Would you please restate all of the data exactly?
Content starts
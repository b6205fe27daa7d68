"""``python -m sequencer`` runs the lightloom command line."""

import sys

from sequencer.cli import main

sys.exit(main())
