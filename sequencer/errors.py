"""Typed errors of lightloom, each carrying a message a user can act on, and the exit statuses."""

from __future__ import annotations

EXIT_OK = 0
EXIT_BAD_INPUT = 2
EXIT_FAULT = 3
EXIT_INTERRUPTED = 130


class LightloomError(Exception):
    """Base class of every error lightloom reports to a user (never a bug)."""

    exit_status: int = EXIT_FAULT

    def one_line(self) -> str:
        """The message as the command line prints it: a single line."""
        return " ".join(str(self).split())


class InputError(LightloomError):
    """Bad input in a file the user wrote: reported as ``FILE:LINE: message``, exit status 2."""

    exit_status = EXIT_BAD_INPUT

    def __init__(self, message: str, file: str | None = None, line: int | None = None) -> None:
        self.message = message
        self.file = file
        self.line = line
        super().__init__(self._format())

    def _format(self) -> str:
        if self.file is None:
            return self.message
        return f"{self.file}:{self.line if self.line is not None else 1}: {self.message}"


class ProtocolError(InputError):
    """A protocol file that cannot be understood or is physically impossible."""


class BenchError(InputError):
    """A bench file that cannot be understood, or a bench that cannot do what a protocol asks."""


class UsageError(InputError):
    """A bad command-line request (missing file, existing output, ...): exit status 2."""


class OpticsError(LightloomError):
    """A request the optics model cannot satisfy, e.g. a target state the analyzer cannot reach."""

    exit_status = EXIT_BAD_INPUT


class RunFault(LightloomError):
    """A hardware or run fault that stopped a run after a safe stop: exit status 3."""

    exit_status = EXIT_FAULT


class StorageError(LightloomError):
    """A run file or journal that cannot be read or written."""

    exit_status = EXIT_BAD_INPUT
Content ends
Exercise output ->
repository b6205fe27daa7d68
"""``python -m sequencer`` runs the lightloom command line."""

import sys

from sequencer.cli import main

sys.exit(main())
filename sequencer/errors.py
"""Typed errors of lightloom, each carrying a message a user can act on, and the exit statuses."""

from __future__ import annotations

EXIT_OK = 0
EXIT_BAD_INPUT = 2
EXIT_FAULT = 3
EXIT_INTERRUPTED = 130


class LightloomError(Exception):
    """Base class of every error lightloom reports to a user (never a bug)."""

    exit_status: int = EXIT_FAULT

    def one_line(self) -> str:
        """The message as the command line prints it: a single line."""
        return " ".join(str(self).split())


class InputError(LightloomError):
    """Bad input in a file the user wrote: reported as ``FILE:LINE: message``, exit status 2."""

    exit_status = EXIT_BAD_INPUT

    def __init__(self, message: str, file: str | None = None, line: int | None = None) -> None:
        self.message = message
        self.file = file
        self.line = line
        super().__init__(self._format())

    def _format(self) -> str:
        if self.file is None:
            return self.message
        return f"{self.file}:{self.line if self.line is not None else 1}: {self.message}"


class ProtocolError(InputError):
    """A protocol file that cannot be understood or is physically impossible."""


class BenchError(InputError):
    """A bench file that cannot be understood, or a bench that cannot do what a protocol asks."""


class UsageError(InputError):
    """A bad command-line request (missing file, existing output, ...): exit status 2."""


class OpticsError(LightloomError):
    """A request the optics model cannot satisfy, e.g. a target state the analyzer cannot reach."""

    exit_status = EXIT_BAD_INPUT


class RunFault(LightloomError):
    """A hardware or run fault that stopped a run after a safe stop: exit status 3."""

    exit_status = EXIT_FAULT


class StorageError(LightloomError):
    """A run file or journal that cannot be read or written."""

    exit_status = EXIT_BAD_INPUT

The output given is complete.